_About this task_: In the data below, the answer is the run of lines from the line containing "must satisfy a" through the line containing "if a < new <", both included; print it exactly and nothing else.

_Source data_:
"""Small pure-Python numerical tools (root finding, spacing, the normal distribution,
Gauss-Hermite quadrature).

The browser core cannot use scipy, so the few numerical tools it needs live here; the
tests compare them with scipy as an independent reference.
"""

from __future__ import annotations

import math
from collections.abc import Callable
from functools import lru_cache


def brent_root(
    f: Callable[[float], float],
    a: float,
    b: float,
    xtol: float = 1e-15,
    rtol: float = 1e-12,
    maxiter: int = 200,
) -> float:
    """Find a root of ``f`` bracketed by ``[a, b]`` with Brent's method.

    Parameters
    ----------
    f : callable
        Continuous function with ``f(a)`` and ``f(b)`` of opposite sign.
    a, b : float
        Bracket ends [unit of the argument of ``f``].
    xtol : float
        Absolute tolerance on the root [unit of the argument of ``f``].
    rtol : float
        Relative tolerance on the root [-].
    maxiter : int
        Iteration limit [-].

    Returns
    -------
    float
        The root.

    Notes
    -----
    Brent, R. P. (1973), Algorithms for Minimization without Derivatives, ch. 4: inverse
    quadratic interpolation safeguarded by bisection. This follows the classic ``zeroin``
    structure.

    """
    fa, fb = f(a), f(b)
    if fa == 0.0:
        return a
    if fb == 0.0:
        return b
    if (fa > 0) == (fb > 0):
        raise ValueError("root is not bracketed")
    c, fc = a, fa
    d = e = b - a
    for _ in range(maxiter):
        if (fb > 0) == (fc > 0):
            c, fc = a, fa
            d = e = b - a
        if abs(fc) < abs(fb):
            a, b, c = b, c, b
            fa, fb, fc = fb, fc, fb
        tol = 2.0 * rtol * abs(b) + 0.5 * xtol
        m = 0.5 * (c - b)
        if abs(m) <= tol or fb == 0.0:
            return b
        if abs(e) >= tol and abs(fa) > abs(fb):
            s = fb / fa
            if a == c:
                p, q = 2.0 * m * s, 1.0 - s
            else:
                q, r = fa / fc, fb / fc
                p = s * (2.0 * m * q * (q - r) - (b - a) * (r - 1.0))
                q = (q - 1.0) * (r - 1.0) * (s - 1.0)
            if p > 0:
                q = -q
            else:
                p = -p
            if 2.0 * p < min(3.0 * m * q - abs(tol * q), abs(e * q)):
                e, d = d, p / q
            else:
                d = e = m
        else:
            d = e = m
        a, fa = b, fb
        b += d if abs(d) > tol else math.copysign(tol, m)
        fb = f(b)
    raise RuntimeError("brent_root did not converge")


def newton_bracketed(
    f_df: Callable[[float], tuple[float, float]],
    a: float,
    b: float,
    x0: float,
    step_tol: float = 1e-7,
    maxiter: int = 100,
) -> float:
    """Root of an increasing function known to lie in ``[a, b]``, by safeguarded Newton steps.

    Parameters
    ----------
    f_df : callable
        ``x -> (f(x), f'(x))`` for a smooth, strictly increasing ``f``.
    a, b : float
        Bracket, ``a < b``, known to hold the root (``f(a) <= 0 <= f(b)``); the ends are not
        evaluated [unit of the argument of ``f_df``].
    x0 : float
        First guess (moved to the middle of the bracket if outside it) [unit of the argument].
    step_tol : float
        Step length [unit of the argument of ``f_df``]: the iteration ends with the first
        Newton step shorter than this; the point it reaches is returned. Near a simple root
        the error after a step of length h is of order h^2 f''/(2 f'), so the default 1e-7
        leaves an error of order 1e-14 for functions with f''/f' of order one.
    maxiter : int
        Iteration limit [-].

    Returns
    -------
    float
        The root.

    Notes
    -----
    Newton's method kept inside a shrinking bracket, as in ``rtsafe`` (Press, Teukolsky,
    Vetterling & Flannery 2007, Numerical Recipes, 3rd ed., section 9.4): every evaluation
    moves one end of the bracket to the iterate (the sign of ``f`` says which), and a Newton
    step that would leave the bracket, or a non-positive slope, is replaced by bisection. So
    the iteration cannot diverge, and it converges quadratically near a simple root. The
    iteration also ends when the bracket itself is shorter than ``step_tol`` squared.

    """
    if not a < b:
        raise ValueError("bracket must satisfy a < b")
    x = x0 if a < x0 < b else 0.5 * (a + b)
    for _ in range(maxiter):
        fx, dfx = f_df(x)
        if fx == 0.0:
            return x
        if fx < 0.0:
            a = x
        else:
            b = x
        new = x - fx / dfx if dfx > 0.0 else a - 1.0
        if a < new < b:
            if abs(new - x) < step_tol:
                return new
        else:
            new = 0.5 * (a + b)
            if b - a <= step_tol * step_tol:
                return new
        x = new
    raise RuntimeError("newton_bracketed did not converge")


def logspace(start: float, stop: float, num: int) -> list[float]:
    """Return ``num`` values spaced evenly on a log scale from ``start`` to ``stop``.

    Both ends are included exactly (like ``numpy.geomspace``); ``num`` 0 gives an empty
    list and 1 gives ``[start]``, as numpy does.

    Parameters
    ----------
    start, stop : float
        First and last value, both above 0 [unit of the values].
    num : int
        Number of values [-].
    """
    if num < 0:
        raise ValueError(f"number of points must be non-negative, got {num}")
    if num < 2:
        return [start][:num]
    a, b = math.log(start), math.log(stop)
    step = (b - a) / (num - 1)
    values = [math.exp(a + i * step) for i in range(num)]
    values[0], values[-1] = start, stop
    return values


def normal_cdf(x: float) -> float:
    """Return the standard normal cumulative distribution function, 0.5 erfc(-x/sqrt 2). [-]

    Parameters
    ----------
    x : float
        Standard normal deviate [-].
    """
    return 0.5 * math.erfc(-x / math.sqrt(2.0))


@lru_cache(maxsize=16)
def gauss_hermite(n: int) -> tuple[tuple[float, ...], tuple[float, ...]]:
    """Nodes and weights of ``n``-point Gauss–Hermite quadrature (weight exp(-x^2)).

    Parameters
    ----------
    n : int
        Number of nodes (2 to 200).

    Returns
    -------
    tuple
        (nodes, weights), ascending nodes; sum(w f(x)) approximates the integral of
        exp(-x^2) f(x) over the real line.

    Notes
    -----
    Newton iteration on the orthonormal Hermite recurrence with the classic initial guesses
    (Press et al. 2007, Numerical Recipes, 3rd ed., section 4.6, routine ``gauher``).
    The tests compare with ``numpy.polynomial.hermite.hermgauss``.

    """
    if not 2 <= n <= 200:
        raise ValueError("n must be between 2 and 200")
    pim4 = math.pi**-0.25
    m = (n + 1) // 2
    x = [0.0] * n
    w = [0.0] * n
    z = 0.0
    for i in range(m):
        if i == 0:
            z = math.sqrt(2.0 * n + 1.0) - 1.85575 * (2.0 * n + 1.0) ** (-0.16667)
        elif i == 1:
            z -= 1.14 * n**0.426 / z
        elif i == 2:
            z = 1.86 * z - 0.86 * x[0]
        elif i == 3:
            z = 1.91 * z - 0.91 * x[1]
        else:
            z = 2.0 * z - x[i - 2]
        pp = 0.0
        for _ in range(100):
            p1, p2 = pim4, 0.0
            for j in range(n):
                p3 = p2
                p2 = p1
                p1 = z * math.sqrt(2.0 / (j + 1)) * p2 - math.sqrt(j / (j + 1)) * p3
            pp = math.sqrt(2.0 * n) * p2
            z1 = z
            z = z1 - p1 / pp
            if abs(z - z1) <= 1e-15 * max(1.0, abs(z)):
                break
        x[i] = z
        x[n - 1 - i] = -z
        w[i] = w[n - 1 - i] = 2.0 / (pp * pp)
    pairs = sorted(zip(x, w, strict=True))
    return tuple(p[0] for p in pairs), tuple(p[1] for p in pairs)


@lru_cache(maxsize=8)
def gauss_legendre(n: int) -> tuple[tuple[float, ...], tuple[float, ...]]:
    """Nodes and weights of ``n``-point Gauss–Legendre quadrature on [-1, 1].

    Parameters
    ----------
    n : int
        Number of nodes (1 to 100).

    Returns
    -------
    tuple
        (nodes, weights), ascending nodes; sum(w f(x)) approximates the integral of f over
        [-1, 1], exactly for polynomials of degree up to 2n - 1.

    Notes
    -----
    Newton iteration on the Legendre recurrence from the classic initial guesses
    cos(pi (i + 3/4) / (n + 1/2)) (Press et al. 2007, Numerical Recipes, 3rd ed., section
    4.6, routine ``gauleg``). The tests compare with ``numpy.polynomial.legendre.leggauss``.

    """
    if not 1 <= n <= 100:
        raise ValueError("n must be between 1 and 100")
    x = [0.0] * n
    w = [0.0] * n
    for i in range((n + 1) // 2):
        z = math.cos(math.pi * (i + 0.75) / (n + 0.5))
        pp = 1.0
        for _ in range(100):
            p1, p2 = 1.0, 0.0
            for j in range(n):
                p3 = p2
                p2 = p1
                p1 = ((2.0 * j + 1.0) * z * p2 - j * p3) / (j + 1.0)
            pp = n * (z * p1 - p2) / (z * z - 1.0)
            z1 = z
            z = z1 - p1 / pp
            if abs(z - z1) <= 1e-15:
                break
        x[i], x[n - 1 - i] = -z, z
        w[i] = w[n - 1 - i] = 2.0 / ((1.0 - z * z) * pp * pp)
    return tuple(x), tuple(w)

_Output_:
        raise ValueError("bracket must satisfy a < b")
    x = x0 if a < x0 < b else 0.5 * (a + b)
    for _ in range(maxiter):
        fx, dfx = f_df(x)
        if fx == 0.0:
            return x
        if fx < 0.0:
            a = x
        else:
            b = x
        new = x - fx / dfx if dfx > 0.0 else a - 1.0
        if a < new < b:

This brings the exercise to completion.